看它的样子就让我浑身毛骨悚然,甚至连血猎犬都感到害怕,我们就没有进洞穴,回来之后,拖着它的两只小家伙也走了,不知道为什么就猝死了。
好在大祭司在实验过后,得到了一个几乎拥有智慧的哭嚎者,只是有时候会像是受到降智打击一般遗忘什么,不过一段时间之后会恢复成原来的状态。”
“哦,我知道了,就是我们遇到的那个,我说他怎么会自己来打我们,还会挡。
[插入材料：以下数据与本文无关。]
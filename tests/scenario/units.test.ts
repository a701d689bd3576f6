/**
 * Reading quantities with units. The number a user writes must come through untouched when
 * it is already in the scenario's unit, and be multiplied by the unit factor otherwise.
 */
import fc from 'fast-check';
import { describe, expect, it } from 'vitest';
import { checkUnitSystem, convertQuantity, type Dimension } from '../../models/scenario/units.ts';

const hours = { amount: 'mg', volume: 'L', time: 'h' };

function read(text: string, dimension: Dimension = 'rateConstant', units = hours): number {
  const r = convertQuantity(text, dimension, units);
  if (!r.ok) throw new Error(r.message);
  return r.value;
}

describe('rate constants written with a slash keep every digit', () => {
  // Each of these lost its last digit when an alias for "N 1/h" matched the number's own "1".
  it.each([
    ['0.21 /h', 0.21],
    ['0.21/h', 0.21],
    ['2.1 /h', 2.1],
    ['11 /h', 11],
    ['0.31 per h', 0.31],
    ['0.1 /h', 0.1],
    ['0.1 1/h', 0.1],
    ['1 1/h', 1],
    ['0.2 h^-1', 0.2],
    ['0.21 /hr', 0.21],
    ['0.21 1/hr', 0.21],
  ])('%s is %s per hour', (text, value) => {
    expect(read(text)).toBe(value);
  });

  it('21 /day is 21/24 per hour', () => {
    expect(read('21 /day')).toBe(21 / 24);
    expect(read('21 per day')).toBe(21 / 24);
    expect(read('21 1/d')).toBe(21 / 24);
  });
});

// Every spelling the README lists for a rate constant, plus "per" and "hr".
const perHour = [
  (m: string) => `${m} 1/h`,
  (m: string) => `${m} /h`,
  (m: string) => `${m}/h`,
  (m: string) => `${m} h^-1`,
  (m: string) => `${m} per h`,
  (m: string) => `${m} per hour`,
  (m: string) => `${m} 1/hr`,
  (m: string) => `${m}  1 / h`,
];

// Magnitudes from 1e-12 to 1e12, written as JavaScript prints them (exponent form included).
const magnitude = fc
  .double({ min: 1e-12, max: 1e12, noNaN: true, noDefaultInfinity: true })
  .filter((v) => v > 0);

describe('property: the converted value is the number written', () => {
  it('to the last bit when the unit is the scenario unit (every spelling of 1/h)', () => {
    fc.assert(
      fc.property(magnitude, fc.constantFrom(...perHour), (m, spell) => {
        expect(read(spell(String(m)))).toBe(m);
      }),
      { numRuns: 400 },
    );
  });

  it('to the last bit for amounts, volumes, times and clearances in the scenario units', () => {
    fc.assert(
      fc.property(magnitude, (m) => {
        expect(read(`${m} mg`, 'amount')).toBe(m);
        expect(read(`${m} L`, 'volume')).toBe(m);
        expect(read(`${m} h`, 'time')).toBe(m);
        expect(read(`${m} hr`, 'time')).toBe(m);
        expect(read(`${m} L/h`, 'clearance')).toBe(m);
        expect(read(`${m} mg/L`, 'concentration')).toBe(m);
      }),
      { numRuns: 200 },
    );
  });

  it('times the unit factor, correctly rounded, when a conversion is needed', () => {
    // Factors are exact decimal facts (1 day = 24 h, 1 min = 1/60 h, 1 g = 1000 mg, 1 mL = 1/1000 L).
    fc.assert(
      fc.property(magnitude, (m) => {
        expect(read(`${m} /day`)).toBe(m * (1 / 24));
        expect(read(`${m} per min`)).toBe(m * 60);
        expect(read(`${m} g`, 'amount')).toBe(m * 1000);
        expect(read(`${m} ug/mL`, 'concentration')).toBe(m);
        expect(read(`${m} min`, 'time')).toBe(m * (1 / 60));
        expect(read(`${m} mL/min`, 'clearance')).toBe(m * 0.06);
      }),
      { numRuns: 200 },
    );
  });

  it('in a scenario whose time unit is the minute', () => {
    const minutes = { ...hours, time: 'min' };
    fc.assert(
      fc.property(magnitude, (m) => {
        expect(read(`${m} /min`, 'rateConstant', minutes)).toBe(m);
        expect(read(`${m} 1/min`, 'rateConstant', minutes)).toBe(m);
        expect(read(`${m} /h`, 'rateConstant', minutes)).toBe(m * (1 / 60));
      }),
      { numRuns: 100 },
    );
  });
});

describe('unreadable quantities are refused, quoting what was typed', () => {
  it.each([
    ['12 LL', 'volume', /could not read the unit 'LL' in '12 LL'/],
    ['42,5 L', 'volume', /'42,5 L' has a decimal comma; write a decimal point: '42.5 L'/],
    ['12 mg', 'volume', /expected a volume unit \(e\.g\. L\), got 'mg'/],
    ['L', 'volume', /expected a number with a volume unit/],
    ['1e999 L', 'volume', /'1e999 L' is not a finite number/],
    ['1e308 kg', 'amount', /too large once converted to mg/],
  ])('%s', (text, dimension, message) => {
    const r = convertQuantity(text, dimension as Dimension, hours);
    expect(r.ok).toBe(false);
    if (!r.ok) expect(r.message).toMatch(message);
  });
});

describe('the scenario unit system takes single unit names', () => {
  it.each([
    ['volume', 'dm*dm*dm'],
    ['time', 'h*h/h'],
    ['volume', 'dm^3'],
    ['amount', 'mg/kg'],
  ])('%s %s is refused at its field', (field, unit) => {
    const { problems } = checkUnitSystem({ ...hours, [field]: unit });
    expect(problems).toEqual([{ field, message: expect.stringMatching(/is not a single unit name/) }]);
  });

  it.each([
    ['volume', 'mL'],
    ['volume', 'dL'],
    ['time', 'min'],
    ['time', 'day'],
    ['time', 'hr'],
    ['amount', 'ug'],
    ['amount', 'µg'],
    ['amount', 'mmol'],
  ])('%s %s is accepted', (field, unit) => {
    expect(checkUnitSystem({ ...hours, [field]: unit }).problems).toEqual([]);
  });
});

describe('everyday units without the general parser', () => {
  // mathjs, an independent unit library, as the reference for every factor of the table.
  it('agree with mathjs for every pair of everyday units and their quotients, within 2 ulp', async () => {
    const { create, unitDependencies } = await import('mathjs');
    const math = create({ unitDependencies });
    const { simpleFactor } = await import('../../models/scenario/simple-units.ts');
    const groups = [
      ['ng', 'ug', 'mg', 'g', 'kg'],
      ['nmol', 'umol', 'mmol', 'mol'],
      ['uL', 'mL', 'dL', 'L'],
      ['s', 'min', 'h', 'day', 'week'],
    ];
    const [mass, , volume, time] = groups;
    const spellings: string[][] = [
      ...groups,
      mass.flatMap((a) => volume.map((v) => `${a}/${v}`)),
      volume.flatMap((v) => time.map((t) => `${v}/${t}`)),
      mass.flatMap((a) => time.map((t) => `${a}/${t}`)),
      time.map((t) => `${t}^-1`),
    ];
    let compared = 0;
    let beyond = 0;
    for (const group of spellings) {
      for (const from of group) {
        for (const to of group) {
          const fast = simpleFactor(from, to);
          // Ratios whose exact fraction passes 2^53 (ng/dL → kg/uL) are left to the general parser.
          if (fast === 'unknown') {
            beyond++;
            continue;
          }
          expect(typeof fast, `${from} → ${to}`).toBe('number');
          const reference = math.unit(`1 ${from}`).toNumber(to);
          expect(Math.abs((fast as number) - reference), `${from} → ${to}`).toBeLessThanOrEqual(2 * Number.EPSILON * Math.abs(reference));
          compared++;
        }
      }
    }
    expect(compared).toBeGreaterThan(500);
    expect(beyond).toBeLessThan(compared / 10);
    expect(simpleFactor('mg', 'L')).toBe('mismatch');
    expect(simpleFactor('furlong', 'L')).toBe('unknown');
  });
});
”
玛留斯仿佛发现自己说错了什么似的,尴尬的笑了。
“对,就是给玛留布斯的那个,他应该比你清楚,本来就是准备给他用来审问那些人的,毕竟还处在实验的阶段,诶,说起来今天恐怖猎手出现的时候也没有见到它,是不是还在地穴里。”
迪卡并不对哭嚎者进行管理,自然不知道它已经被伊丹和卡诺搞定了。
“恐怕见不到了吧。”玛留斯忍不住笑了笑,“那这和储藏室里的哭嚎者有什么关系?”
“别急,后面还有。”大祭司也喝了一口水,他很久没有像这样和自己人聊天了,“当我们发现这件事情可能与沐对洞穴探险有关之后,我们就对他来了兴致,
才设置计划将他引到科兹沃尔德来,因为我们知道,他一定不会自己一个人来,而是带着一群人,只是数量比我们想的要少。”